Despite these successful applications, the system we developed still has limitations. The optimized dissection procedure limits midgut damage, but does not completely eliminate the risk. The agarose pads, albeit thin, can interfere with high powered objectives with short working distances (e.g. 40 X and above). Using thinner agarose pads could help to reduce the required working distance, but may result in hypoxia. This in turn could be solved by increasing the oxygen concentration using microscope incubation chambers equipped with an atmosphere control unit. Midgut survival ex vivo also seems to be limited by the growth of enteric bacteria, especially since, once dissected, midguts cannot properly move food through the intestine and defecate. Indeed, we observed that the visceral muscle, which is not in direct contact with luminal contents, could survive and contract regularly for up to a week in optimal conditions, despite the death of the adjacent epithelium. Generating axenic flies may help to further extend the survival of the midgut epithelium ex vivo. Newer, gentler imaging technologies such as light-sheet microscopy could also improve survival during live-imaging sessions by reducing phototoxicity.
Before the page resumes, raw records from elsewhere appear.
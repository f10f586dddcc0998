import { Sentence } from '@/components/ui/Sentence';
import { How } from '@/components/ui/How';
import { StateMark } from '@/components/ui/StateMark';
import { Button } from '@/components/ui/Button';
import type { BenchVerdict, WayOut } from '@/lib/core/bottling/bench';
import { howOfWay } from '@/lib/core/bottling/ways';

/** Safe or stop, in one sentence; everything else that is wrong below it. */
export function Verdict({ verdict }: { verdict: BenchVerdict }) {
  const stop = verdict.verdict === 'stop';
  const more = verdict.verdict === 'stop' ? verdict.problems.slice(1) : [];
  return (
    <section aria-label="Verdict" aria-live="polite" className={`flex h-full gap-5 border-l-[10px] bg-lit px-(--margin) py-4 ${stop ? 'border-l-madder' : 'border-l-green'}`}>
      <StateMark state={stop ? 'Stop' : 'Ready'} size={40} className="mt-1 max-strip:hidden" />
      <div className="min-w-0">
        <p className={`type-label flex items-center gap-2 ${stop ? 'text-madder' : 'text-green'}`} style={{ fontWeight: 600 }}>
          <StateMark state={stop ? 'Stop' : 'Ready'} size={15} className="strip:hidden" />
          {stop ? 'Stop' : 'Ready'}
        </p>
        <h2 className="type-stop max-strip:text-[1.4375rem]! max-strip:leading-[1.6875rem]!">{verdict.headline}</h2>
        <p className="mt-1 max-w-[78ch] text-[1rem] leading-6">
          <Sentence>{verdict.sentence}</Sentence>
        </p>
        {more.length > 0 && (
          <ul className="type-body mt-1 text-ink2">
            {more.map((problem) => (
              <li key={problem.kind + (problem.bottle ?? '')}>
                <Sentence>{problem.sentence}</Sentence>
              </li>
            ))}
          </ul>
        )}
      </div>
    </section>
  );
}

/** Each way out of a stop with its own worst case. */
export function Ways({ ways, onUse }: { ways: readonly WayOut[]; onUse: (way: WayOut) => void }) {
  if (ways.length === 0) return <p className="type-body border-t px-(--margin) py-4 text-ink2">Nothing on the bench makes it safe as it stands. Read it by hand, and wait.</p>;
  return (
    <ul className="grid border-t strip:grid-cols-2 wide:grid-cols-3" aria-label="Ways out">
      {ways.map((way) => (
        <li key={way.kind + way.title} className="flex flex-col items-start gap-1 border-b px-(--margin) py-3 strip:border-r">
          <p className="type-label flex items-center gap-2 text-green" style={{ fontWeight: 600 }}>
            <StateMark state={way.request ? 'Ready' : 'Due'} size={13} />
            worst case {way.worstBar.toFixed(1)} bar{way.rated === 'never' ? ', still' : `, holds ${way.rated.toFixed(1)}`}
          </p>
          <h3 className="type-verdict-now">
            <Sentence strong>{way.title}</Sentence>
          </h3>
          <p className="type-body pb-1 text-ink2">
            <Sentence>{way.sentence}</Sentence>
          </p>
          <How of={way.title} how={howOfWay(way)} />
          {way.request && (
            <Button className="mt-auto" onClick={() => onUse(way)}>
              Use this
            </Button>
          )}
        </li>
      ))}
    </ul>
  );
}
It s also possible that different organs may have specific requirements in terms of media composition and additives, in which case tailoring culture media to a specific organ may be beneficial. Indeed, even the same organ can have different requirements in male and female flies (Ahmed et al., 2020; Hudry et al., 2016; Hudry et al., 2019). Lastly, to limit mechanical damage to the intestines and to more easily image them, we used the calcium blocker isradipine to inhibit visceral muscle peristalsis. The lack of peristaltic contraction may have negative effect on midgut biology, aside from the retention of food and proliferating bacteria in the lumen. Indeed, it was previously reported that ISCs are sensitive to mechanical stimuli (He et al., 2018). If food passage itself can stimulate ISC proliferation, its inhibition could partially help to explain the lack of mitosis in healthy midguts ex vivo.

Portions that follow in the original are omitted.